I’ve gone through a background of perpetual nausea, breakfasts, classes, snacks, classes, rendez-vous’, and walking to and fro these past days like a pregnant woman. I’m not even abusing the term. Allow me to paint.
Old news: across from my res, construction is underway for the much-anticipated cinema and…personally less so, pub. So the construction men people whom I assume are qualified and fully capable, spent a week digging a hole. Now this isn’t an afternoon-at-the-beach job, it’s one with digger machines and trucks and some very careful manoevering the hole is really quite noteworthy. Walking along the frontier of construction each day has led me to admire the work these guys do with more than just a passing awe. Now, this you probably already know about me, but I thrive on understanding and researching on my own. I don’t learn things if they’re laid out for me, I have to dig. Much like the construction workers. Oooh. So, this may seem a flimsy explanation, but understand this: through my passive observation of the massive tonnes of dirt being excavated each time I pass, I led myself to conclude this was a crucial step in construction. This conclusion was completely satisfying to me because it simply explained all of my observations.
Monday morning, I awake to find the hole (which by this time had gone from superficial to about 10 meters deep) being filled in by the precise people who had finished a week in 35-degree temperatures, digging from the break of day until it got too hot to continue. Troopers. I gaped through the window for a couple minutes. This entire week they have spent flattening layer after layer of dirt into the hole they just dug. Now, I have no explanation. I thought maybe one or two layers would suffice to make the bottom of an acceptable flatness… but they must be on the 10th layer or so by now. They’ve built it up so much that it would be a safe jump from top to bottom. With the exception of this one side. It remains the original deepness. Maybe to symbolize all the effort wasted to originally dig the hole. It’s too small to be a swimming pool I heard was also being built. I noted today that there are a series of smaller shallow holes in seemingly random spots. I’m passing those off as places for cables and plumbing and such, but only so much can be explained. I now walk to class explanationless. I actively wanted to grab the fence and shake it and scream like someone lost at sea. The confusion of it all actually drove me to class today with salty rivers running down my face.

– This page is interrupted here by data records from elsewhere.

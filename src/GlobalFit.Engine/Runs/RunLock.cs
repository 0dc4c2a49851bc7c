using System.Globalization;
using GlobalFit.Physics.Files;

namespace GlobalFit.Engine.Runs;

/// <summary>An exclusive lock on a run folder for the life of the process that fits it: <c>fit.lock</c> held open
/// with no sharing. The operating system releases it when the process dies, however it dies, so a killed run never
/// leaves a stale lock.</summary>
public sealed class RunLock : IDisposable
{
    private readonly FileStream _stream;

    private RunLock(FileStream stream) => _stream = stream;

    /// <summary>Takes the lock.</summary>
    /// <exception cref="InvalidInputException">Another process holds it.</exception>
    public static RunLock Acquire(RunFolderLayout layout)
    {
        ArgumentNullException.ThrowIfNull(layout);
        try
        {
            var stream = new FileStream(layout.LockFile, FileMode.OpenOrCreate, FileAccess.ReadWrite, FileShare.None);
            stream.SetLength(0);
            var pid = System.Text.Encoding.ASCII.GetBytes(Environment.ProcessId.ToString(CultureInfo.InvariantCulture) + "\n");
            stream.Write(pid);
            stream.Flush();
            return new RunLock(stream);
        }
        catch (IOException)
        {
            throw new InvalidInputException(layout.Root, null, "another globalfit process is running this fit (fit.lock is held); wait for it or stop it first");
        }
    }

    /// <summary>True when some process holds the lock of <paramref name="layout"/> now.</summary>
    public static bool IsHeld(RunFolderLayout layout)
    {
        ArgumentNullException.ThrowIfNull(layout);
        if (!File.Exists(layout.LockFile)) return false;
        try
        {
            using var probe = new FileStream(layout.LockFile, FileMode.Open, FileAccess.ReadWrite, FileShare.None);
            return false;
        }
        catch (IOException)
        {
            return true;
        }
    }

    /// <inheritdoc />
    public void Dispose() => _stream.Dispose();
}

Maybe I set myself up for an emotional day, but I took my hour in between Geography and History to read about Mesopotamia. What resulted from that was clinical anxiety. Apparently History textbooks find it imperative to reference Islam and explain to me everything I miss about Morocco, along with rashly expositing a photograph of the Code of Hammurabi and explaining that it now resides in the British Museum. I suppose it was unwise of me to assume reading as a safe activity, in this allocation of vulnerability I seem to be finding myself in. My location was not choice either, in the student center by the deli. I raised my head from my hands and my eyes came to rest on a rack of pamphlets, entitled lovely things such as “Cutting”, “Getting What You Want Out Of Sleep”, “Don’t Go Down The Dark Path”, and rot to that effect. At least my eyes stayed moisturized. The air up here is dry.
You may think and hope this is over. It’s not. It does get better, though! I took a brave step to help myself out and went outside to read. Not about Mesopotamia. That was nice. I wore my Essaouira … cape. People practised ultimate. By observation, I drew the conclusion they were wicked good. I may have gawked. Who knew disc-tossing could be so skillful? Then I headed over to the Library. And fell in love. So I’m in the library now.
It may have been the flights of stairs, but my first glimpse at the colourful and size-according organisation of the first bookshelf made my heart patter. I wanted to take a picture. I think tomorrow I will re-batterise my camera and make you all a photo tour. It was like entering Narnia. There is light (take a hint, RPL!), and narrow lanes of literature to the ceiling. It is everything charming about those old, seemingly gravity-defying libraries, but modern. And stuffed. This may be a baby university, but the library is timelessly accommodating.
Today may have started out trying, but vats of tears would be worth my current bliss, as I lie sprawled in a comfy chaise, hooked up to an IV of The Beatles, with a mocking view of the outside, flawed world. And the indecisive construction.